Exercise objective: The entries below are to be returned exactly. Include all of them.

Exercise data:
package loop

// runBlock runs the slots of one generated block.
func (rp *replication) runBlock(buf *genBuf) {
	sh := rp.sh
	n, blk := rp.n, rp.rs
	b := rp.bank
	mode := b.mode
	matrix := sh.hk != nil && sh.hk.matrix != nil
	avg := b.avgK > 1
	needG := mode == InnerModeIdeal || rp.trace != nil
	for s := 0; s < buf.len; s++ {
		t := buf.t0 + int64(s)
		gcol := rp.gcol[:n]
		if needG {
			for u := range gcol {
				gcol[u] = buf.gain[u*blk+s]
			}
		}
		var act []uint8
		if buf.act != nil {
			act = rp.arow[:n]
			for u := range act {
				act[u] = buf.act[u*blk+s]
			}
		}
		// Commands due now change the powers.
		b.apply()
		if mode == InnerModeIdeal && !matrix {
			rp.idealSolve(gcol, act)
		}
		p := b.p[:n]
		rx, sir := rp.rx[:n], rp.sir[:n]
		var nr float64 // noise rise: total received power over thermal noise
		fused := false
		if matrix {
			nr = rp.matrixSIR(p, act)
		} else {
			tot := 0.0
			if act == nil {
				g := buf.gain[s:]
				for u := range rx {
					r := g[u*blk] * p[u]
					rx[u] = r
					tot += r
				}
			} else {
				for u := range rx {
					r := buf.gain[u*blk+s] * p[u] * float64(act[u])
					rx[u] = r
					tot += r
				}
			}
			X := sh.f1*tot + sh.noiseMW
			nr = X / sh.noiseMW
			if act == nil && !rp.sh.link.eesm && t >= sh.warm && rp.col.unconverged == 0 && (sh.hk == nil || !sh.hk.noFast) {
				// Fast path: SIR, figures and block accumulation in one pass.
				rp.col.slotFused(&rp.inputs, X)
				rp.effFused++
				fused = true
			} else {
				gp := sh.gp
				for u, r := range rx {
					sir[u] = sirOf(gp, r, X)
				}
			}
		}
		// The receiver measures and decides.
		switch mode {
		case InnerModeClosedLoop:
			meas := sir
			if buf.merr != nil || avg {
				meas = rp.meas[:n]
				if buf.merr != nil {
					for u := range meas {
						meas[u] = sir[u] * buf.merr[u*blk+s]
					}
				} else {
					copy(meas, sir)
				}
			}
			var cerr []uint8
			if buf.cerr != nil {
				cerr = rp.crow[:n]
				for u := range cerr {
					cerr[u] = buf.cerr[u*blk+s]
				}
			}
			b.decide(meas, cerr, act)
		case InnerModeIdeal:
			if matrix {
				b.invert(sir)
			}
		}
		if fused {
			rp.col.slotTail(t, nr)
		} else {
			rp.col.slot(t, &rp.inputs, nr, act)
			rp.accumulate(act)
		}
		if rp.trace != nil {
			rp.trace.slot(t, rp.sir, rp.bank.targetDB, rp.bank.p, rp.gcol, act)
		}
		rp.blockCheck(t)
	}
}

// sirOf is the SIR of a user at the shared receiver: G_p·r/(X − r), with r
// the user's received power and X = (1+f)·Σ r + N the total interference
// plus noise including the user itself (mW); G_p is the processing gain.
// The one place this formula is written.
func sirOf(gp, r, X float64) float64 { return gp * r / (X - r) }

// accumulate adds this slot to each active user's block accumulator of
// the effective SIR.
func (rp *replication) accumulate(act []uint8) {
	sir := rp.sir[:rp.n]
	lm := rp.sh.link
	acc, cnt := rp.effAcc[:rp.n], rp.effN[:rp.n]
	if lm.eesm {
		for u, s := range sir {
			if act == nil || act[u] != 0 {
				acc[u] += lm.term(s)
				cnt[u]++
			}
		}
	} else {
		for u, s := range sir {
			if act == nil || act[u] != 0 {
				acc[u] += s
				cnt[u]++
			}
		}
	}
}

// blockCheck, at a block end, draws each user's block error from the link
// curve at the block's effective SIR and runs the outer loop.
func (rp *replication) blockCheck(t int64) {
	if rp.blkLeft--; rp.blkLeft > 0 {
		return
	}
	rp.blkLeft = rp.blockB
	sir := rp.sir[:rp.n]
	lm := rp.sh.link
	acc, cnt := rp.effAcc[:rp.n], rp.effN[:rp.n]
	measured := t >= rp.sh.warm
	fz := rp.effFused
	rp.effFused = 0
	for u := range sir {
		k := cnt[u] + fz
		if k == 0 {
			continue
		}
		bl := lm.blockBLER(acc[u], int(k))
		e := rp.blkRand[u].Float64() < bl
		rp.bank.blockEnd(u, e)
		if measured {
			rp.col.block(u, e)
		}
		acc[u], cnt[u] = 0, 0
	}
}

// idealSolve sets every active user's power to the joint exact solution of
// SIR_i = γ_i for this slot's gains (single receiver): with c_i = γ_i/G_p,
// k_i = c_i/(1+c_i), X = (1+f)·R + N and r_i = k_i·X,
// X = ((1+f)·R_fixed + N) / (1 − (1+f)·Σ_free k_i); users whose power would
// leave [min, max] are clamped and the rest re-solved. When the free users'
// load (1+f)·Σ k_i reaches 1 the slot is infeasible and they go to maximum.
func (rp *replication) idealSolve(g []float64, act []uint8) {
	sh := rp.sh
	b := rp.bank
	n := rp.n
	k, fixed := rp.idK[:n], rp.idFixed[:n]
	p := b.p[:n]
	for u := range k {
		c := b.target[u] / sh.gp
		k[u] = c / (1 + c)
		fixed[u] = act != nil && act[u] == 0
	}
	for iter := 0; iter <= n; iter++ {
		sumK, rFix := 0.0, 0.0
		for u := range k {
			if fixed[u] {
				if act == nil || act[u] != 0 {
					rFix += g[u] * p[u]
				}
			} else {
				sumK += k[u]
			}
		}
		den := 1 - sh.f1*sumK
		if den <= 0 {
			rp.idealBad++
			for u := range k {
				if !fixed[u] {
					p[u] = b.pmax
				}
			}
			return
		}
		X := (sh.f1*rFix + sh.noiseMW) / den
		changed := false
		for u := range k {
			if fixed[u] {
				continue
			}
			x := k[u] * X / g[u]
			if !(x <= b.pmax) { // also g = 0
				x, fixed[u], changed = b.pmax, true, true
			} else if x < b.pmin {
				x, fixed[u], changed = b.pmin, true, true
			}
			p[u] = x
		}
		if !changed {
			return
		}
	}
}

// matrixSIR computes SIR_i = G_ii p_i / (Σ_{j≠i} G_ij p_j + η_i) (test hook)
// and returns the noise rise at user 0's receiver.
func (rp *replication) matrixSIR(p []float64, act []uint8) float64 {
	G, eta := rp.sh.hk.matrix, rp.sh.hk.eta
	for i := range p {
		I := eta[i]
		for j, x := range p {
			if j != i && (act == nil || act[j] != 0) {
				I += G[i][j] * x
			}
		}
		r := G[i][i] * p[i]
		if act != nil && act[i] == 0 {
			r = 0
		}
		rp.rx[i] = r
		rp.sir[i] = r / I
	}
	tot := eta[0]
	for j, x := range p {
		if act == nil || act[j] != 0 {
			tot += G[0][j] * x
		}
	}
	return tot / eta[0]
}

Solution to this exercise:
package loop

// runBlock runs the slots of one generated block.
func (rp *replication) runBlock(buf *genBuf) {
	sh := rp.sh
	n, blk := rp.n, rp.rs
	b := rp.bank
	mode := b.mode
	matrix := sh.hk != nil && sh.hk.matrix != nil
	avg := b.avgK > 1
	needG := mode == InnerModeIdeal || rp.trace != nil
	for s := 0; s < buf.len; s++ {
		t := buf.t0 + int64(s)
		gcol := rp.gcol[:n]
		if needG {
			for u := range gcol {
				gcol[u] = buf.gain[u*blk+s]
			}
		}
		var act []uint8
		if buf.act != nil {
			act = rp.arow[:n]
			for u := range act {
				act[u] = buf.act[u*blk+s]
			}
		}
		// Commands due now change the powers.
		b.apply()
		if mode == InnerModeIdeal && !matrix {
			rp.idealSolve(gcol, act)
		}
		p := b.p[:n]
		rx, sir := rp.rx[:n], rp.sir[:n]
		var nr float64 // noise rise: total received power over thermal noise
		fused := false
		if matrix {
			nr = rp.matrixSIR(p, act)
		} else {
			tot := 0.0
			if act == nil {
				g := buf.gain[s:]
				for u := range rx {
					r := g[u*blk] * p[u]
					rx[u] = r
					tot += r
				}
			} else {
				for u := range rx {
					r := buf.gain[u*blk+s] * p[u] * float64(act[u])
					rx[u] = r
					tot += r
				}
			}
			X := sh.f1*tot + sh.noiseMW
			nr = X / sh.noiseMW
			if act == nil && !rp.sh.link.eesm && t >= sh.warm && rp.col.unconverged == 0 && (sh.hk == nil || !sh.hk.noFast) {
				// Fast path: SIR, figures and block accumulation in one pass.
				rp.col.slotFused(&rp.inputs, X)
				rp.effFused++
				fused = true
			} else {
				gp := sh.gp
				for u, r := range rx {
					sir[u] = sirOf(gp, r, X)
				}
			}
		}
		// The receiver measures and decides.
		switch mode {
		case InnerModeClosedLoop:
			meas := sir
			if buf.merr != nil || avg {
				meas = rp.meas[:n]
				if buf.merr != nil {
					for u := range meas {
						meas[u] = sir[u] * buf.merr[u*blk+s]
					}
				} else {
					copy(meas, sir)
				}
			}
			var cerr []uint8
			if buf.cerr != nil {
				cerr = rp.crow[:n]
				for u := range cerr {
					cerr[u] = buf.cerr[u*blk+s]
				}
			}
			b.decide(meas, cerr, act)
		case InnerModeIdeal:
			if matrix {
				b.invert(sir)
			}
		}
		if fused {
			rp.col.slotTail(t, nr)
		} else {
			rp.col.slot(t, &rp.inputs, nr, act)
			rp.accumulate(act)
		}
		if rp.trace != nil {
			rp.trace.slot(t, rp.sir, rp.bank.targetDB, rp.bank.p, rp.gcol, act)
		}
		rp.blockCheck(t)
	}
}

// sirOf is the SIR of a user at the shared receiver: G_p·r/(X − r), with r
// the user's received power and X = (1+f)·Σ r + N the total interference
// plus noise including the user itself (mW); G_p is the processing gain.
// The one place this formula is written.
func sirOf(gp, r, X float64) float64 { return gp * r / (X - r) }

// accumulate adds this slot to each active user's block accumulator of
// the effective SIR.
func (rp *replication) accumulate(act []uint8) {
	sir := rp.sir[:rp.n]
	lm := rp.sh.link
	acc, cnt := rp.effAcc[:rp.n], rp.effN[:rp.n]
	if lm.eesm {
		for u, s := range sir {
			if act == nil || act[u] != 0 {
				acc[u] += lm.term(s)
				cnt[u]++
			}
		}
	} else {
		for u, s := range sir {
			if act == nil || act[u] != 0 {
				acc[u] += s
				cnt[u]++
			}
		}
	}
}

// blockCheck, at a block end, draws each user's block error from the link
// curve at the block's effective SIR and runs the outer loop.
func (rp *replication) blockCheck(t int64) {
	if rp.blkLeft--; rp.blkLeft > 0 {
		return
	}
	rp.blkLeft = rp.blockB
	sir := rp.sir[:rp.n]
	lm := rp.sh.link
	acc, cnt := rp.effAcc[:rp.n], rp.effN[:rp.n]
	measured := t >= rp.sh.warm
	fz := rp.effFused
	rp.effFused = 0
	for u := range sir {
		k := cnt[u] + fz
		if k == 0 {
			continue
		}
		bl := lm.blockBLER(acc[u], int(k))
		e := rp.blkRand[u].Float64() < bl
		rp.bank.blockEnd(u, e)
		if measured {
			rp.col.block(u, e)
		}
		acc[u], cnt[u] = 0, 0
	}
}

// idealSolve sets every active user's power to the joint exact solution of
// SIR_i = γ_i for this slot's gains (single receiver): with c_i = γ_i/G_p,
// k_i = c_i/(1+c_i), X = (1+f)·R + N and r_i = k_i·X,
// X = ((1+f)·R_fixed + N) / (1 − (1+f)·Σ_free k_i); users whose power would
// leave [min, max] are clamped and the rest re-solved. When the free users'
// load (1+f)·Σ k_i reaches 1 the slot is infeasible and they go to maximum.
func (rp *replication) idealSolve(g []float64, act []uint8) {
	sh := rp.sh
	b := rp.bank
	n := rp.n
	k, fixed := rp.idK[:n], rp.idFixed[:n]
	p := b.p[:n]
	for u := range k {
		c := b.target[u] / sh.gp
		k[u] = c / (1 + c)
		fixed[u] = act != nil && act[u] == 0
	}
	for iter := 0; iter <= n; iter++ {
		sumK, rFix := 0.0, 0.0
		for u := range k {
			if fixed[u] {
				if act == nil || act[u] != 0 {
					rFix += g[u] * p[u]
				}
			} else {
				sumK += k[u]
			}
		}
		den := 1 - sh.f1*sumK
		if den <= 0 {
			rp.idealBad++
			for u := range k {
				if !fixed[u] {
					p[u] = b.pmax
				}
			}
			return
		}
		X := (sh.f1*rFix + sh.noiseMW) / den
		changed := false
		for u := range k {
			if fixed[u] {
				continue
			}
			x := k[u] * X / g[u]
			if !(x <= b.pmax) { // also g = 0
				x, fixed[u], changed = b.pmax, true, true
			} else if x < b.pmin {
				x, fixed[u], changed = b.pmin, true, true
			}
			p[u] = x
		}
		if !changed {
			return
		}
	}
}

// matrixSIR computes SIR_i = G_ii p_i / (Σ_{j≠i} G_ij p_j + η_i) (test hook)
// and returns the noise rise at user 0's receiver.
func (rp *replication) matrixSIR(p []float64, act []uint8) float64 {
	G, eta := rp.sh.hk.matrix, rp.sh.hk.eta
	for i := range p {
		I := eta[i]
		for j, x := range p {
			if j != i && (act == nil || act[j] != 0) {
				I += G[i][j] * x
			}
		}
		r := G[i][i] * p[i]
		if act != nil && act[i] == 0 {
			r = 0
		}
		rp.rx[i] = r
		rp.sir[i] = r / I
	}
	tot := eta[0]
	for j, x := range p {
		if act == nil || act[j] != 0 {
			tot += G[0][j] * x
		}
	}
	return tot / eta[0]
}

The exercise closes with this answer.